Mas enquanto Joe Camel era apenas um mascote, como o Michelin Man ou o Ronald McDonald, parece que a Meta está competindo lançando esses chatbots de celebridades, o que preocupa muito as mães e os clínicos. “Com brinquedos, há um forte componente de imaginação, um forte reconhecimento de que isso é um brinquedo, isso não é real, eu escolho o que faço com ele”, diz Kushnir. “Com IA, é como se fôssemos os brinquedos”.

Kushnir está especialmente preocupada com crianças neurodivergentes, com transtorno de déficit de atenção/hiperatividade e com transtorno do espectro do autismo que usam essa tecnologia. “Se as crianças confidenciarem informações a um robô, elas perderão oportunidades de confiar em pessoas que podem realmente conectá-las aos melhores recursos, que realmente as entendem em um nível mais profundo, que as conhecem potencialmente durante toda a vida ou por anos e têm a oportunidade de fazer o que é certo por elas em um nível mais profundo do que um bot de IA seria capaz”, diz ela. “Alguns dos meus pequenos pacientes que estão no espectro, especialmente, acham que estão formando uma amizade verdadeira com alguém. Eles acham que isso é um relacionamento, e isso cria autoestima elevada, o que teoricamente é ótimo, mas a realidade é: não é um relacionamento real, então pode, na verdade, ser prejudicial ao bem-estar deles”.

A cautela que alguns pais sentem em relação à crescente disponibilidade de bots de IA está intimamente ligada aos seus sentimentos e desconfiança das redes sociais. “Não há nenhum pai que tenha esperado para dar aos seus filhos algo do Meta ou algum tipo de rede social e agora esteja dizendo retrospectivamente: ‘Droga, eu deveria ter dado isso a eles mais cedo'”, afirma Natalia Garcia, mãe de crianças em idade escolar e chefe de assuntos públicos do Common Sense Media, que avalia a adequação da mídia para crianças de diferentes idades.

É óbvio que o Meta e seus acionistas podem se beneficiar ao ter usuários jovens estabelecendo relacionamentos significativos com a tecnologia, aumentando as chances de que se tornem usuários vitalícios.

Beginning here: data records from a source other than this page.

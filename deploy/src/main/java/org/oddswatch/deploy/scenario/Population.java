package org.oddswatch.deploy.scenario;

import java.util.List;
import java.util.SplittableRandom;

/**
 * Who gets tested in the house scenario: the share of each exposure, age band, sex and clinic, and
 * the region each clinic lies in. All names are invented. Attributes are drawn independently.
 *
 * <table>
 *   <caption>Attribute distribution</caption>
 *   <tr><th>attribute</th><th>levels (share)</th></tr>
 *   <tr><td>household contact with a confirmed case</td><td>yes 0.30, no 0.70</td></tr>
 *   <tr><td>recent travel</td><td>yes 0.12, no 0.88</td></tr>
 *   <tr><td>age band</td><td>0-17 0.22, 18-39 0.34, 40-64 0.29, 65+ 0.15</td></tr>
 *   <tr><td>sex</td><td>female 0.51, male 0.49</td></tr>
 *   <tr><td>clinic (region)</td><td>harbourside 0.26, millbrook 0.18, fernhill 0.14 (north);
 *       eastgate 0.24, stonebridge 0.18 (south)</td></tr>
 * </table>
 */
public final class Population {

    public static final double HOUSEHOLD_SHARE = 0.30;
    public static final double TRAVEL_SHARE = 0.12;
    public static final WeightedLevels AGE_BANDS = new WeightedLevels(
            List.of("0-17", "18-39", "40-64", "65+"), new double[] {0.22, 0.34, 0.29, 0.15});
    public static final WeightedLevels SEXES = new WeightedLevels(List.of("female", "male"), new double[] {0.51, 0.49});
    public static final WeightedLevels CLINICS = new WeightedLevels(
            List.of("harbourside", "millbrook", "fernhill", "eastgate", "stonebridge"),
            new double[] {0.26, 0.18, 0.14, 0.24, 0.18});
    public static final List<String> REGIONS = List.of("north", "south");

    private Population() {
    }

    /** The region a clinic belongs to. */
    public static String regionOf(String clinic) {
        return switch (clinic) {
            case "harbourside", "millbrook", "fernhill" -> "north";
            case "eastgate", "stonebridge" -> "south";
            default -> throw new IllegalArgumentException("unknown clinic " + clinic);
        };
    }

    /** Draws one person's attributes, consuming exactly five uniforms from {@code rng}. */
    static ScenarioEvent.Person draw(SplittableRandom rng) {
        boolean household = rng.nextDouble() < HOUSEHOLD_SHARE;
        boolean travel = rng.nextDouble() < TRAVEL_SHARE;
        String age = AGE_BANDS.draw(rng);
        String sex = SEXES.draw(rng);
        String clinic = CLINICS.draw(rng);
        return new ScenarioEvent.Person(household, travel, age, sex, clinic, regionOf(clinic));
    }

    /** Levels with probabilities summing to 1. */
    public record WeightedLevels(List<String> levels, double[] shares) {

        public WeightedLevels {
            levels = List.copyOf(levels);
            shares = shares.clone();
            if (levels.size() != shares.length) {
                throw new IllegalArgumentException("one share per level");
            }
        }

        public double share(String level) {
            int i = levels.indexOf(level);
            return i < 0 ? 0 : shares[i];
        }

        String draw(SplittableRandom rng) {
            double u = rng.nextDouble();
            double cumulative = 0;
            for (int i = 0; i < shares.length - 1; i++) {
                cumulative += shares[i];
                if (u < cumulative) {
                    return levels.get(i);
                }
            }
            return levels.get(levels.size() - 1);
        }
    }
}
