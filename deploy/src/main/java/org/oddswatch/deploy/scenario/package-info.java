/**
 * Simulated feeds for demonstrations, tests and detection studies: the house scenario, a regional
 * respiratory-illness testing programme we invented (five clinics in two regions; household contact
 * with a confirmed case, recent travel, age band, sex). The true parameters are written in
 * {@link org.oddswatch.deploy.scenario.TruthModel} and {@link org.oddswatch.deploy.scenario.Population},
 * the scripts in {@link org.oddswatch.deploy.scenario.Scenario}; {@code deploy/SCENARIOS.md} has the
 * same in prose. Pure Java, seeded {@link java.util.SplittableRandom}, deterministic.
 */
package org.oddswatch.deploy.scenario;
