START_TEST(bad_input)
{
    cxl_trim *t = NULL;
    cxl_trim_result *r = (cxl_trim_result *)0x1;
    ck_assert_int_eq(cxl_trim_new(CXL_STUB_OPEN, 0.0, &t), CXL_EINVAL);
    ck_assert_int_eq(cxl_trim_new(CXL_STUB_OPEN, NAN, &t), CXL_EINVAL);
    ck_assert_int_eq(cxl_trim_new((cxl_stub_end)7, 1.0, &t), CXL_EINVAL);
    t = piece(CXL_STUB_OPEN, 20.0);
    ck_assert_int_eq(cxl_trim_solve(t, &r), CXL_EINVAL); /* no readings, no target */
    ck_assert_int_eq(cxl_trim_add_reading(t, 2.47e6, 1), CXL_OK);
    ck_assert_int_eq(cxl_trim_solve(t, &r), CXL_EINVAL); /* no target */
    ck_assert_ptr_eq(r, (cxl_trim_result *)0x1);
    ck_assert_int_eq(cxl_trim_add_reading(t, 2.47e6, 2), CXL_EINVAL);  /* same frequency */
    ck_assert_int_eq(cxl_trim_add_reading(t, 7.4e6, 1), CXL_EINVAL);   /* same order */
    ck_assert_int_eq(cxl_trim_add_reading(t, 7.4e6, 0), CXL_EINVAL);   /* mixed */
    ck_assert_int_eq(cxl_trim_add_reading(t, -7.4e6, 2), CXL_EINVAL);
    ck_assert_int_eq(cxl_trim_add_reading(t, 7.4e6, CXL_STUB_MAX_ORDER + 1), CXL_ERANGE);
    ck_assert_int_eq(cxl_trim_target_degrees(t, 0.0, 1.83e6), CXL_EINVAL);
    ck_assert_int_eq(cxl_trim_target_degrees(t, 90.0, 0.0), CXL_EINVAL);
    ck_assert_int_eq(cxl_trim_target_delay(t, 50e-9, -1.0), CXL_EINVAL);
    ck_assert_int_eq(cxl_trim_target_resonance(t, CXL_STUB_OPEN, 0, 2e6), CXL_EINVAL);
    ck_assert_int_eq(cxl_trim_set_fixture(t, 0.1, 1.5, 0.0), CXL_EINVAL);
    ck_assert_int_eq(cxl_trim_set_fixture(t, -0.1, 0.7, 0.0), CXL_EINVAL);
    ck_assert_int_eq(cxl_trim_set_resolution(t, NAN), CXL_EINVAL);
    /* a lower order at a higher frequency cannot be */
    ck_assert_int_eq(cxl_trim_add_reading(t, 1.2e6, 2), CXL_OK);
    ck_assert_int_eq(cxl_trim_target_degrees(t, 90.0, 1.83e6), CXL_OK);
    ck_assert_int_eq(cxl_trim_solve(t, &r), CXL_EINCONSISTENT);
    cxl_trim_free(t);
    /* 20 m open reading 9 MHz at order 1: VF 2.4, faster than light */
    t = piece(CXL_STUB_OPEN, 20.0);
    ck_assert_int_eq(cxl_trim_add_reading(t, 9e6, 1), CXL_OK);
    ck_assert_int_eq(cxl_trim_target_degrees(t, 90.0, 1.83e6), CXL_OK);
    ck_assert_int_eq(cxl_trim_solve(t, &r), CXL_ERANGE);
    /* a fixture longer than the whole reading: no length left for the target */
    cxl_trim_free(t);
    t = piece(CXL_STUB_OPEN, 20.0);
    ck_assert_int_eq(cxl_trim_add_reading(t, 2.47e6, 1), CXL_OK);
    ck_assert_int_eq(cxl_trim_set_fixture(t, 25.0, 0.66, 0.0), CXL_OK);
    ck_assert_int_eq(cxl_trim_target_degrees(t, 90.0, 1.83e6), CXL_OK);
    ck_assert_int_eq(cxl_trim_solve(t, &r), CXL_ERANGE);
    cxl_trim_free(t);
    cxl_trim_free(NULL);
    cxl_trim_result_free(NULL);
    ck_assert_uint_eq(cxl_trim_result_count(NULL), 0);
    ck_assert_int_eq(cxl_trim_result_cut(NULL, NULL, NULL, NULL, NULL), CXL_EINVAL);
}
END_TEST

/* Simulated bench for trim (common practice, no source: an uncertainty
 * is a promise): 1500 pieces of lines whose VF follows a (1 - c / sqrt(f))
 * (a 0.6-0.88, c 0-80 sqrt(Hz): the span of the built-in cables' physical
 * models, see drift.c), read at one to three orders rounded to an analyzer
 * step of 100 Hz to 10 kHz; targets of 80-95 % of the piece at 1.8-4 MHz,
 * from well below the readings (one reading 1.6 times above the target,
 * or several 1.5-3 times above) to among them.  The true length to keep
 * must lie within the stated +- in at least 95 % of the cases. */
static unsigned long long rng_state = 88172645463325252ULL;
static double uniform(void)
{
    rng_state ^= rng_state << 13;
    rng_state ^= rng_state >> 7;
    rng_state ^= rng_state << 17;
    return (double)(rng_state >> 11) / 9007199254740992.0;
}
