struct cxl_fault {
    size_t m;           /* profile points */
    double dd;          /* metres per point */
    double *refl, *signed_refl, *step;
    size_t npeaks;
    peak *peaks;
    int lowpass;
    double vf, resolution_m, range_m, step_hz;
};

void cxl_fault_free(cxl_fault *fault)
{
    if (!fault) return;
    free(fault->refl);
    free(fault->peaks);
    free(fault);
}

/* Window value at u in [0, 1] from the centre (0) to the edge (1). */
static double window_at(cxl_fault_window w, double beta, double u)
{
    if (w == CXL_FAULT_HANN) return 0.5 * (1.0 + cos(M_PI * u));
    if (w == CXL_FAULT_KAISER) {
        double a = 1.0 - u * u;
        if (a < 0.0) a = 0.0;
        /* exponentially scaled I0 keeps large beta finite */
        return gsl_sf_bessel_I0_scaled(beta * sqrt(a)) / gsl_sf_bessel_I0_scaled(beta) *
               exp(beta * (sqrt(a) - 1.0));
    }
    return 1.0;
}

/* Highest sidelobe of a window's transform, dB below the main lobe:
 * rectangular -13.26, Hann -31.47 (Harris, "On the use of windows for
 * harmonic analysis with the discrete Fourier transform", Proc. IEEE 66(1),
 * 1978, table 1, from memory); Kaiser from Kaiser's design relation
 * beta = 0.1102 (A - 8.7) above A = 50 dB and
 * 0.5842 (A - 21)^0.4 + 0.07886 (A - 21) from 21 to 50 dB, solved for A
 * (Oppenheim and Schafer, Discrete-Time Signal Processing, 3rd ed., eq.
 * 7.63, from memory; there A is the stop-band attenuation, a close bound
 * for the sidelobe level). */
static double sidelobe_db(cxl_fault_window w, double beta)
{
    if (w == CXL_FAULT_RECT) return -13.26;
    if (w == CXL_FAULT_HANN) return -31.47;
    if (beta > 0.1102 * (50.0 - 8.7)) return -(beta / 0.1102 + 8.7);
    double lo = 13.26, hi = 50.0;  /* beta 0 is the rectangular window */
    for (int i = 0; i < 60; i++) {
        double a = 0.5 * (lo + hi), x = a > 21.0 ? a - 21.0 : 0.0;
        double b = 0.5842 * pow(x, 0.4) + 0.07886 * x;
        if (b < beta) lo = a;
        else hi = a;
    }
    return -0.5 * (lo + hi);
}

static size_t pow2_at_least(size_t n)
{
    size_t m = 1;
    while (m < n) m <<= 1;
    return m;
}

static int bad_window(cxl_fault_window window, double kaiser_beta)
{
    if (window != CXL_FAULT_RECT && window != CXL_FAULT_HANN && window != CXL_FAULT_KAISER)
        return 1;
    return !isfinite(kaiser_beta) || kaiser_beta < 0.0 || kaiser_beta > CXL_FAULT_MAX_BETA;
}

/* The arguments cxl_fault_new() refuses with CXL_EINVAL. */
static int bad_args(const cxl_sweep *sweep, double reference_ohm, double vf,
                    const cxl_loss_model *model, cxl_fault_window window,
                    double kaiser_beta, double loss_db_per_m, unsigned flags,
                    cxl_fault **fault)
{
    if (!sweep || !fault || !cxl__finite_pos(reference_ohm)) return 1;
    if (bad_window(window, kaiser_beta) || !cxl__finite_nonneg(loss_db_per_m)) return 1;
    if (flags & ~(CXL_FAULT_BANDPASS | CXL_FAULT_MODEL_LOSS)) return 1;
    if (vf == 0.0 && !model) return 1;
    if (vf != 0.0 && !cxl__valid_vf(vf)) return 1;
    return (flags & CXL_FAULT_MODEL_LOSS) && !model;
}

/* The sweep's grid: uniform steps of *df from *start; CXL_ENOTFOUND
 * without phase, CXL_ERANGE for fewer than 2 points. */
static cxl_status sweep_grid(const cxl_sweep *sweep, double *start, double *stop,
                             size_t *n, double *df)
{
    int has_phase;
    cxl_sweep_info(sweep, start, stop, NULL, NULL, &has_phase);
    if (!has_phase) return CXL_ENOTFOUND;
    *n = cxl_sweep_count(sweep);
    if (*n < 2) return CXL_ERANGE;
    const double *f = cxl__sweep_freqs(sweep);
    *df = (*stop - *start) / (double)(*n - 1);
    for (size_t i = 0; i + 1 < *n; i++)
        if (fabs((f[i + 1] - f[i]) - *df) > UNIFORM_TOL * *df) return CXL_EINCONSISTENT;
    return CXL_OK;
}

/* Low-pass or band-pass, the spectral points used (nk, k0r of them below
 * the first), the padded transform size and the distance axis. */
static cxl_status plan_grid(double start, double stop, size_t n, double df, double vf,
                            unsigned flags, size_t *k0r, size_t *nk, cxl_fault *plan)
{
    double k0 = start / df;
    *k0r = (size_t)floor(k0 + 0.5);
    int lowpass = !(flags & CXL_FAULT_BANDPASS) && fabs(k0 - (double)*k0r) <= 1e-3 &&
                  *k0r <= LOWPASS_MAX_K0;
    *nk = lowpass ? *k0r + n : n;
    if (*nk > SIZE_MAX / (4 * PAD * sizeof(double))) return CXL_ENOMEM;
    size_t m = pow2_at_least(lowpass ? 2 * *nk * PAD : *nk * PAD);
    if (m < 1024) m = 1024;
    double span = lowpass ? stop : stop - start;
    double dist_per_s = vf * CXL_C_M_PER_S / 2.0;
    double resolution = dist_per_s / span, range = dist_per_s / df;
    double dd = range / (double)m;
    if (!isfinite(resolution) || !isfinite(range) || !(dd > 0.0)) return CXL_ERANGE;
    *plan = (cxl_fault){ .m = m, .dd = dd, .lowpass = lowpass, .vf = vf,
                         .resolution_m = resolution, .range_m = range, .step_hz = df };
    return CXL_OK;
}

/* VF (when 0) and loss (with CXL_FAULT_MODEL_LOSS) from the model at the
 * centre of the sweep. */
static cxl_status line_at_centre(const cxl_loss_model *model, double centre, unsigned flags,
                                 double *vf, double *loss_db_per_m)
{
    if (*vf == 0.0) {
        cxl_status st = cxl_loss_model_vf(model, centre, CXL_LOSS_EXTRAPOLATE, vf);
        if (st != CXL_OK) return st;
        if (!cxl__valid_vf(*vf)) return CXL_ERANGE;
    }
    if (flags & CXL_FAULT_MODEL_LOSS)
        return cxl_loss_model_attenuation(model, centre, CXL_LOSS_EXTRAPOLATE, loss_db_per_m);
    return CXL_OK;
}

/* Low-pass: Gamma at the nk harmonics k df (the k0r below the first point
 * continued from the first two), windowed, in GSL's half-complex layout
 * (z[k] real part, z[m - k] imaginary part): the spectrum is Hermitian, so
 * the response is real and the real inverse does half the work. */
static cxl_status fill_lowpass(const cxl_sweep *sweep, double reference_ohm,
                               cxl_fault_window window, double beta, size_t k0r, size_t nk,
                               size_t m, double *z, double *wsum)
{
    /* below the first point: magnitude and unwrapped phase continued
     * linearly from the first two points down to DC, where Gamma is real
     * (the real part of that continuation) */
    double g0r, g0i, g1r, g1i;
    cxl__sweep_gamma(sweep, 0, reference_ohm, &g0r, &g0i);
    cxl__sweep_gamma(sweep, 1, reference_ohm, &g1r, &g1i);
    double a0 = hypot(g0r, g0i), a1 = hypot(g1r, g1i);
    double p0 = atan2(g0i, g0r), dp = atan2(g1i, g1r) - p0;
    dp -= 2.0 * M_PI * floor(dp / (2.0 * M_PI) + 0.5);
    for (size_t k = 0; k < nk; k++) {
        double gr, gi;
        if (k >= k0r) {
            cxl_status st = cxl__sweep_gamma(sweep, k - k0r, reference_ohm, &gr, &gi);
            if (st != CXL_OK) return st;
            if (k == 0) gi = 0.0;
        } else {
            double back = (double)k0r - (double)k;  /* steps below the first */
            double amp = a0 - (a1 - a0) * back, ph = p0 - dp * back;
            gr = amp * cos(ph);
            gi = k == 0 ? 0.0 : amp * sin(ph);
        }
        double w = window_at(window, beta, (double)k / (double)nk);
        z[k] = w * gr;
        if (k > 0) z[m - k] = w * gi;
        *wsum += k ? 2.0 * w : w;
    }
    return CXL_OK;
}

/* Band-pass: the n points, windowed, as interleaved complex numbers. */
static cxl_status fill_bandpass(const cxl_sweep *sweep, double reference_ohm,
                                cxl_fault_window window, double beta, size_t n, double *z,
                                double *wsum)
{
    for (size_t k = 0; k < n; k++) {
        double gr, gi;
        cxl_status st = cxl__sweep_gamma(sweep, k, reference_ohm, &gr, &gi);
        if (st != CXL_OK) return st;
        /* symmetric window over the points, never zero at the ends */
        double u = fabs(2.0 * (double)(k + 1) / (double)(n + 1) - 1.0);
        double w = window_at(window, beta, u);
        z[2 * k] = w * gr;
        z[2 * k + 1] = w * gi;
        *wsum += w;
    }
    return CXL_OK;
}

/* The transformed z into the profile: reflection (refl), signed (sgn) and
 * the step response (stp, low-pass only), loss compensated. */
static cxl_status to_profile(const double *z, size_t m, int lowpass, double wsum,
                             double loss_db_per_m, double dd, double *refl, double *sgn,
                             double *stp)
{
    /* the running sum of the padded impulse reaches g for a reflection g
     * once scaled by wsum / m (the kernel of one reflection sums to
     * m g W(0) / wsum, W(0) = 1) */
    double run = 0.0, loss_np = loss_db_per_m * M_LN10 / 20.0, run_scale = wsum / (double)m;
    for (size_t i = 0; i < m; i++) {
        double v = lowpass ? z[i] / wsum : hypot(z[2 * i], z[2 * i + 1]) / wsum;
        if (loss_np != 0.0) v *= exp(2.0 * loss_np * dd * (double)i);  /* round trip */
        if (!isfinite(v)) return CXL_ERANGE;
        sgn[i] = v;
        refl[i] = fabs(v);
        run += v * run_scale;
        stp[i] = lowpass ? run : 0.0;
    }
    return CXL_OK;
}

/* Peaks above the window's sidelobes of the strongest and -60 dB, each
 * refined by the parabola through it and its neighbours. */
static cxl_status find_peaks(cxl_fault *r, const double *refl, const double *sgn, size_t m,
                             double dd, cxl_fault_window window, double beta)
{
    double top = 0.0;
    for (size_t i = 0; i < m; i++) top = fmax(top, refl[i]);
    double thresh = fmax(PEAK_FLOOR, top * pow(10.0, (sidelobe_db(window, beta) +
                                                       PEAK_MARGIN_DB) / 20.0));
    size_t cap = 16;
    r->peaks = malloc(cap * sizeof *r->peaks);
    if (!r->peaks) return CXL_ENOMEM;
    for (size_t i = 0; i < m; i++) {
        double a = refl[i ? i - 1 : m - 1], b = refl[i], c = refl[i + 1 < m ? i + 1 : 0];
        if (!(b > a && b >= c && b >= thresh)) continue;
        double den = a - 2.0 * b + c, delta = den < 0.0 ? 0.5 * (a - c) / den : 0.0;
        if (r->npeaks == cap) {
            peak *p = realloc(r->peaks, 2 * cap * sizeof *p);
            if (!p) return CXL_ENOMEM;
            r->peaks = p;
            cap *= 2;
        }
        double d = ((double)i + delta) * dd;
        if (d < 0.0) d = 0.0;
        r->peaks[r->npeaks++] = (peak){ d, b - 0.25 * (a - c) * delta, sgn[i] };
    }
    return CXL_OK;
}
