START_TEST(batch_with_load_and_goal)
{
    /* as a spreadsheet saves it: BOM, CRLF, quoted cells; a bad load and a
     * missing z0 are reported by line, the good rows still printed */
    const char csv[] =
        "\xEF\xBB\xBF" "label,length,vf,z0,load,null-vs-inphase,tolerance,band\r\n"
        "a,\"20.00m;20.30m\",0.66,50,\"21+j20\",-21.19,,40m\r\n"
        "b,20.00m;20.30m,0.66,50,21+20,,2,40m\r\n"
        "c,20.00m;20.00m,0.66,75,1e9,,2,40m\r\n"
        "d,20.00m;20.30m,0.66,,21+j20,,2,40m\r\n"
        "e,20.00m;20.30m,0.66,,,,2,40m\r\n";
    cli_result r = run_cli(NULL, "pair --input - --format csv", csv);
    ck_assert_int_eq(r.rc, 2);
    ck_assert_int_eq(count_lines(r.out), 1 + 3 * 3);
    /* a: 1.623 deg into the load at 7.3 MHz (phase_and_pair_against_python)
     * against 10.005 [NULL]; e: the plain 3.985 against 2 (check_cli_measured) */
    has(r.out, "\na,40m,high,7.300000,0.300,1.623,10.005,pass,");
    has(r.out, "\nc,40m,high,7.300000,0.000,0.000,2.000,pass,");
    has(r.out, "\ne,40m,high,7.300000,0.300,3.985,2.000,fail,0.151,0.000,3.985,\n");
    ck_assert_int_eq(count_lines(r.err), 2);
    has(r.err, "stdin line 3: load:");
    has(r.err, "stdin line 5: z0:");
    cli_result_free(&r);
    /* phase: a --plot pattern gives each row its own file (a plot column
     * in the batch file is refused: coaxline(1), --input) */
    char dir[] = "/tmp/coaxline-pp-XXXXXX";
    ck_assert_ptr_nonnull(mkdtemp(dir));
    char rows[1024], args[256], p1[96], p2[96];
    snprintf(rows, sizeof rows, "label,length,reference,vf,z0,load,band\n"
                                "x,20.3m,20m,0.66,50,21+j20,160m\n"
                                "y,20.3m,20m,0.66,,,80m\n");
    snprintf(args, sizeof args, "phase --input - --format csv --plot '%s/{label}.svg'", dir);
    r = run_cli(NULL, args, rows);
    ck_assert_msg(r.rc == 0, "%s", r.err);
    ck_assert_int_eq(count_lines(r.out), 1 + 2 * 3);
    cli_result_free(&r);
    snprintf(p1, sizeof p1, "%s/x.svg", dir);
    snprintf(p2, sizeof p2, "%s/y.svg", dir);
    svg_holds(p1, "assert \"160m\" in texts and \"into the load\" in texts");
    svg_holds(p2, "assert \"80m\" in texts and \"electrical length\" in texts");
    unlink(p1);
    unlink(p2);
    rmdir(dir);
}
END_TEST

START_TEST(comma_locale_same_bytes)
{
    const char *cases[] = {
        "phase --length 20.3m --reference 20m --vf 0.66 --z0 50 --load 21.5-j20.25 --band 160m",
        "phase --length 20.3m --reference 20m --vf 0.66 --z0 50 --load 21.5-j20.25 --band 160m --format csv",
        "phase --length 20.3m --reference 20m --cable RG-58 --load 21.5+j20 --band 160m --format json",
        "pair --length 20m,20.3m --vf 0.66 --null-vs-inphase -21.19 --imbalance 0.5 --band 40m --z0 50 "
        "--load 21.5+j20 --length-tol 1cm",
        "pair --length 20m,20.3m --vf 0.66 --null-vs-inphase -21.19 --band 40m --format csv",
        "pair --length 20m,20.3m --cable RG-58 --tolerance 2.5 --band 40m --load 1e9 --format json",
    };
    expect_same_bytes_in_comma_locale(cases, sizeof cases / sizeof cases[0], 1);
}
END_TEST

START_TEST(help_lists_options)
{
    const char *cmds[] = { "phase --help", "pair --help" };
    for (size_t i = 0; i < 2; i++) {
        cli_result r = run_cli(NULL, cmds[i], NULL);
        ck_assert_int_eq(r.rc, 0);
        has(r.out, "--load");
        has(r.out, "--z0");
        has(r.out, "--plot");
        if (i) has(r.out, "--null-depth");
        cli_result_free(&r);
    }
}
END_TEST

int main(void)
{
    Suite *s = suite_create("cli_phasepair");
    TCase *tl = tcase_create("load");
    tcase_set_timeout(tl, 60);
    tcase_add_test(tl, phase_matched_load_is_plain);
    tcase_add_test(tl, phase_quarter_wave_into_load);
    tcase_add_test(tl, phase_and_pair_against_python);
    tcase_add_test(tl, pair_equal_lines_into_load);
    tcase_add_test(tl, cable_model_into_load);
    suite_add_tcase(s, tl);
    TCase *tn = tcase_create("null-depth");
    tcase_set_timeout(tn, 60);
    tcase_add_test(tn, pair_null_depth);
    suite_add_tcase(s, tn);
    TCase *tp = tcase_create("plot");
    tcase_set_timeout(tp, 60);
    tcase_add_test(tp, pair_plot);
    tcase_add_test(tp, phase_plot);
    suite_add_tcase(s, tp);
    TCase *tb = tcase_create("input");
    tcase_set_timeout(tb, 120);
    tcase_add_test(tb, bad_load);
    tcase_add_test(tb, limits_no_nan);
    tcase_add_test(tb, batch_with_load_and_goal);
    tcase_add_test(tb, comma_locale_same_bytes);
    tcase_add_test(tb, help_lists_options);
    suite_add_tcase(s, tb);
    return run_suite(s);
}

E também parece que o grupo de famosos ultrapopulares que se tornaram AIs do Meta fecharam acordos incríveis com a empresa. The Information relata que o Meta está pagando a uma estrela US$ 5 milhões ao longo de dois anos por aproximadamente seis horas de trabalho em um estúdio.

McAlister, do Meta, disse que a empresa vai continuar a melhorar os personagens de IA com o tempo e o feedback dos usuários, e observou que o Meta consulta de perto pais, especialistas em saúde mental, psicologia, privacidade juvenil e comportamento online enquanto desenvolve seus produtos de IA generativa.

Nada disso está desacelerando os planos da empresa para bots de IA. Embora os personagens de IA do Meta ainda estejam em fase de testes “beta”, sua seleção de bots de IA de celebridades está se expandindo. Em breve, serão lançados vários personagens de IA, incluindo um baseado no galã da Geração Z Josh Richards.